After that, the nodes are wrapped. This is done to make sure changes in node lists are identified as good as changes in nodes themselves. A unique tag name him is chosen so that it doesn't conflict with HTML node names.

nodeA = '<him id="DOMComparisonResult"><ul><li>1</li><liclass="a">2</li><li>3</li></ul></him>'
nodeB = '<himid="DOMComparisonResult"><ul><li>In</li><li>1</li><li>3</li><liclass="av">2</li></ul></him>';

In VWO.StringComparator, valA and valB are the two variables that contains indexes of important tokens in each of the strings. For instance, for the key tokens above in nodeA, 9 is the index of token DOMComparisonResult, 31 is the index of token ul, and so on. valB contains indexes of the key tokens in nodeB.

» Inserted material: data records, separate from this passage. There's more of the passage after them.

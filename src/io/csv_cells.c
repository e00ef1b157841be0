/* kilter: the cells of a CSV table (csv_read.c) by column name, trimmed of
 * surrounding blanks, with located messages: what the allocation's input
 * files (head measurement, customer energy, classes, diversity) read. */
#include <ctype.h>
#include <math.h>
#include <stdlib.h>
#include <string.h>
#include "kl_io.h"

const kl_csv_field *kl_csv_row(const kl_csv *t, int r, int *n)
{
    int a = t->row_start[r + 1], b = t->row_start[r + 2];
    *n = b - a;
    return t->field + a;
}

/* s without its surrounding blanks: start and length. */
static const char *trim(const char *s, size_t *len)
{
    while (*s == ' ' || *s == '\t')
        s++;
    size_t n = strlen(s);
    while (n > 0 && (s[n - 1] == ' ' || s[n - 1] == '\t'))
        n--;
    *len = n;
    return s;
}

static int same_name(const char *cell, const char *name)
{
    size_t n;
    const char *s = trim(cell, &n);
    if (n != strlen(name))
        return 0;
    for (size_t i = 0; i < n; i++)
        if (tolower((unsigned char)s[i]) != name[i])
            return 0;
    return 1;
}

int kl_csv_columns(const kl_csv *t, const char *const *names, int *col, const char *expected, kl_errors *err)
{
    int n = 0, nf, bad = 0;
    while (names[n])
        col[n++] = -1;
    const kl_csv_field *h = kl_csv_row(t, -1, &nf);
    for (int i = 0; i < nf; i++) {
        int k = 0;
        while (k < n && !same_name(h[i].text, names[k]))
            k++;
        if (k == n)
            kl_errors_add(err, t->path, h[i].line, h[i].col, NULL, "unknown column '%s': expected %s",
                          h[i].text, expected);
        else if (col[k] >= 0)
            kl_errors_add(err, t->path, h[i].line, h[i].col, NULL, "column '%s' is given twice", h[i].text);
        else
            col[k] = i;
        bad |= k == n || col[k] != i;
    }
    return bad ? -1 : 0;
}

kl_loc kl_csv_loc(const kl_csv *t, int r, int i)
{
    int n;
    const kl_csv_field *f = kl_csv_row(t, r, &n);
    if (i >= 0 && i < n)
        return (kl_loc){f[i].line, f[i].col};
    return n ? (kl_loc){f[n - 1].line, f[n - 1].col} : (kl_loc){0, 0};
}

int kl_csv_text(const kl_csv *t, int r, int i, const char *what, char *buf, size_t n, kl_errors *err)
{
    int nf;
    const kl_csv_field *f = kl_csv_row(t, r, &nf);
    kl_loc at = kl_csv_loc(t, r, i);
    if (i < 0 || i >= nf) {
        kl_errors_add(err, t->path, at.line, at.col, NULL, "the row ends before its column '%s': give every column "
                      "of the header", what);
        return -1;
    }
    size_t len;
    const char *s = trim(f[i].text, &len);
    if (len >= n) {
        kl_errors_add(err, t->path, at.line, at.col, NULL, "the %s is longer than %zu characters", what, n - 1);
        return -1;
    }
    memcpy(buf, s, len);
    buf[len] = '\0';
    return 0;
}

int kl_csv_number(const kl_csv *t, int r, int i, const char *what, double *v, kl_errors *err)
{
    char buf[64], *end;
    if (kl_csv_text(t, r, i, what, buf, sizeof buf, err) < 0)
        return -1;
    double x = strtod(buf, &end);
    if (!buf[0] || end == buf || *end || !isfinite(x)) {
        kl_loc at = kl_csv_loc(t, r, i);
        kl_errors_add(err, t->path, at.line, at.col, NULL, "%s%s%s is not a number: give %s as a plain "
                      "number", buf[0] ? "'" : "", buf[0] ? buf : "an empty cell", buf[0] ? "'" : "", what);
        return -1;
    }
    *v = x;
    return 0;
}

valA = [0, 1, 9, 31, 35, 38, 41, 45, 55, 58, 61, 65, 68, 71, 76, 81];
valB = [0, 1, 9, 31, 35, 38, 42, 46, 49, 52, 56, 59, 62, 66, 76, 80, 83, 88, 93];

ignoreA contains indexes of tokens in valA that exist in A and not in B, whilst ignoreB contains tokens in valB that exist in B and not in A.

ignoreA = [];
ignoreB = [4, 5, 6];

There were no tokens present in A and not in B. However tokens at indexes 4, 5 and 6 in valB (string indexes 35, 38 and 42, tokens li, In and li, indicating an inserted node).

matchesInA and matchesInB are hashmaps indicating indexes of tokens in valA that match with tokens in valB and vice versa.

matchesInA = {4: 7, 5: 8, 6: 9,  11: 10, 12: 11, 13: 12};
matchesInB = {7: 4, 8: 5, 9: 6, 10: 11, 11: 12, 12: 13};

The values in matchesInA imply that two nodes <li>1</li> and <li>3</li> matched. matchesInB indicates the reverse.

After passing via string comparator, all the matches are merged and the final hashmap formed is:

matchesInA = {0: 0, 1: 1, 2: 2, 3: 3, 4: 7, 5: 8, 6: 9, 7: 13, 9: 15, 10: 16, 11: 10, 12: 11, 13: 12, 14: 17, 15: 18, 16: 19};
matchesInB = {0: 0, 1: 1, 2: 2, 3: 3, 7: 4, 8: 5, 9: 6, 10: 11, 11: 12, 12: 13, 13: 7, 15: 9, 16: 10, 17: 14, 18: 15, 19: 16};

The diffUnion of the string comparison result contains the union of the matches. For example, below are a few instances:

{
    indexInA: 1
    indexInB: 1
    string: "him id"
}

{
    indexInA: 7
    indexInB: 13
    string: "li class"
}

{
    indexInA: -1 // not found
    indexInB: 14
    string: "av"
}

These are used to find unchangedRanges, which contanis the ranges of indexes of nodeA which are matching with nodeB.

After the above calculation, nodeMatches are computed, which is a hashmap where keys are master indices in nodeA and values are master indices in nodeB. These matches are:

{
    '0': '0'
    '0:0': '0:0'
    '0:0:0': '0:0:1'
    '0:0:0:0': '0:0:1:0'
    '0:0:1': '0:0:3'
    '0:0:1:0': '0:0:3:0'
    '0:0:2': '0:0:2'
    '0:0:2:0': '0:0:2:0'
}

These matches are then used to calculate all the operations like insertNode, deleteNode, rearrange etc.